WHAT THIS TASK INVOLVES -> Whenever the string "wall" appears in a line below, please copy the line out.

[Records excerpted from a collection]
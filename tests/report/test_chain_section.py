"""The section on the chain, and what programs read of it."""

from pathlib import Path

import pytest

from siteassess import Assessment, assess, read_site
from siteassess.report.content import report_content
from siteassess.report.results import assessment_record
from siteassess.report.sections.chain import chain_section
from siteassess.report.summary import MOST_LINES, summary_lines

SITE = Path(__file__).parents[2] / "example_sites" / "chain_mistake"
HALF_A_LAST_DIGIT_K = 0.3  # of six printed lines


@pytest.fixture(scope="module")
def late_preamplifier() -> Assessment:
    return assess(read_site(SITE))


def test_the_mistake_in_the_chain_is_the_first_finding(late_preamplifier: Assessment) -> None:
    """The invented pump house: 13.3 dB of cable, 0.3 dB of connectors, 0.2 dB of arrester stand ahead."""
    verdict = late_preamplifier.verdict
    worst = verdict.findings[0]
    assert verdict.outcome == "fail"
    assert (worst.criterion, worst.outcome) == ("max_cn0_lost_before_preamplifier_db", "missed")
    assert worst.value > 13.3 + 0.3 + 0.2
    assert worst.reason.startswith(
        "preamplifier in the cabinet stands behind surge arrester, cable down the wall and connectors;"
    )
    missed = {finding.criterion for finding in verdict.findings if finding.outcome == "missed"}
    assert missed >= {"max_cable_loss_db_per_m", "min_usable_share"}
    met = {finding.criterion for finding in verdict.findings if finding.outcome == "met"}
    assert met >= {"min_supply_voltage_v", "max_supply_voltage_v", "min_saturation_margin_db"}


def test_with_the_preamplifier_first_the_same_site_passes(late_preamplifier: Assessment) -> None:
    """What the finding promises is what the whole budget gives."""
    site = late_preamplifier.site
    chain = (site.chain[3], *site.chain[:3], *site.chain[4:])
    moved = assess(site.model_copy(update={"chain": chain}))
    assert moved.verdict.outcome == "pass"
    promised_db = late_preamplifier.verdict.findings[0].value
    gained_db = [
        after.cn0_median_dbhz - before.cn0_median_dbhz
        for after, before in zip(moved.verdict.signals, late_preamplifier.verdict.signals, strict=True)
    ]
    assert max(gained_db) == pytest.approx(promised_db, abs=0.01)


def test_summary_names_it_and_stays_short(late_preamplifier: Assessment) -> None:
    lines = summary_lines(late_preamplifier)
    assert len(lines) <= MOST_LINES
    assert "C/N0 lost to parts ahead of the preamplifier" in " ".join(lines)


def test_noise_of_the_parts_adds_up_to_the_system(late_preamplifier: Assessment) -> None:
    for table in chain_section(late_preamplifier).tables:
        *parts, system = (float(row[3]) for row in table.rows)
        assert sum(parts) == pytest.approx(system, abs=HALF_A_LAST_DIGIT_K)
        gains = [float(row[1].replace("−", "-")) for row in table.rows[1:-2]]
        assert sum(gains) == pytest.approx(float(table.rows[-1][2].replace("−", "-")), abs=0.03)


def test_chain_table_names_kinds_and_voltage(late_preamplifier: Assessment) -> None:
    section = chain_section(late_preamplifier)
    names = [row[0] for row in section.tables[0].rows]
    assert names[0] == "Antenna"
    assert names[2:4] == ["cable down the wall (foam, 6 mm; 40 m)", "connectors (connector; 2 in a row)"]
    assert section.tables[0].rows[4][5] == "5.00"
    assert "“foam, 6 mm”: data sheets, 33.2 and 28.5 dB per 100 m" in section.sentences[1]


def test_site_without_kinds_names_no_table(markup_assessment: Assessment) -> None:
    assert len(chain_section(markup_assessment).sentences) == 1
    assert "chain" in [section.key for section in report_content(markup_assessment).sections]


def test_programs_find_the_chain_by_carrier(late_preamplifier: Assessment) -> None:
    noises = assessment_record(late_preamplifier)["noise"]
    for noise in noises:
        assert noise["supply_voltage_v"] == pytest.approx(5.0, abs=0.01)
        added_k = sum(part["added_temperature_k"] for part in noise["parts"])
        assert noise["antenna_temperature_k"] + added_k == pytest.approx(
            noise["system_temperature_k"], abs=0.01
        )
        assert -60.0 < noise["gain_over_temperature_db_per_k"] < -15.0


def test_unknown_voltage_is_null(markup_assessment: Assessment) -> None:
    assert assessment_record(markup_assessment)["noise"][0]["supply_voltage_v"] is None


def test_facts_name_the_purpose(late_preamplifier: Assessment) -> None:
    facts = dict(report_content(late_preamplifier).facts)
    assert facts["Minimum C/N0"] == "35 dB-Hz (carrier-phase)"


def test_whole_signal_brings_the_power_of_the_other_component(late_preamplifier: Assessment) -> None:
    # Authority: signal table; the pilot of Galileo E1 is half the signal, GPS L1 C/A has no pilot.
    site = late_preamplifier.site
    whole = assess(site.model_copy(update={"sky": site.sky.model_copy(update={"tracked": "whole-signal"})}))
    gained_db = {
        after.signal: after.cn0_median_dbhz - before.cn0_median_dbhz
        for after, before in zip(whole.verdict.signals, late_preamplifier.verdict.signals, strict=True)
    }
    assert gained_db["Galileo E1"] == pytest.approx(3.01, abs=0.001)
    assert gained_db["GPS L1 C/A"] == pytest.approx(0.0, abs=1e-9)
    assert whole.budget.signals[1].signal.tracked_component == "whole signal"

RESULT OF THE TASK ->
        "preamplifier in the cabinet stands behind surge arrester, cable down the wall and connectors;"
    assert names[2:4] == ["cable down the wall (foam, 6 mm; 40 m)", "connectors (connector; 2 in a row)"]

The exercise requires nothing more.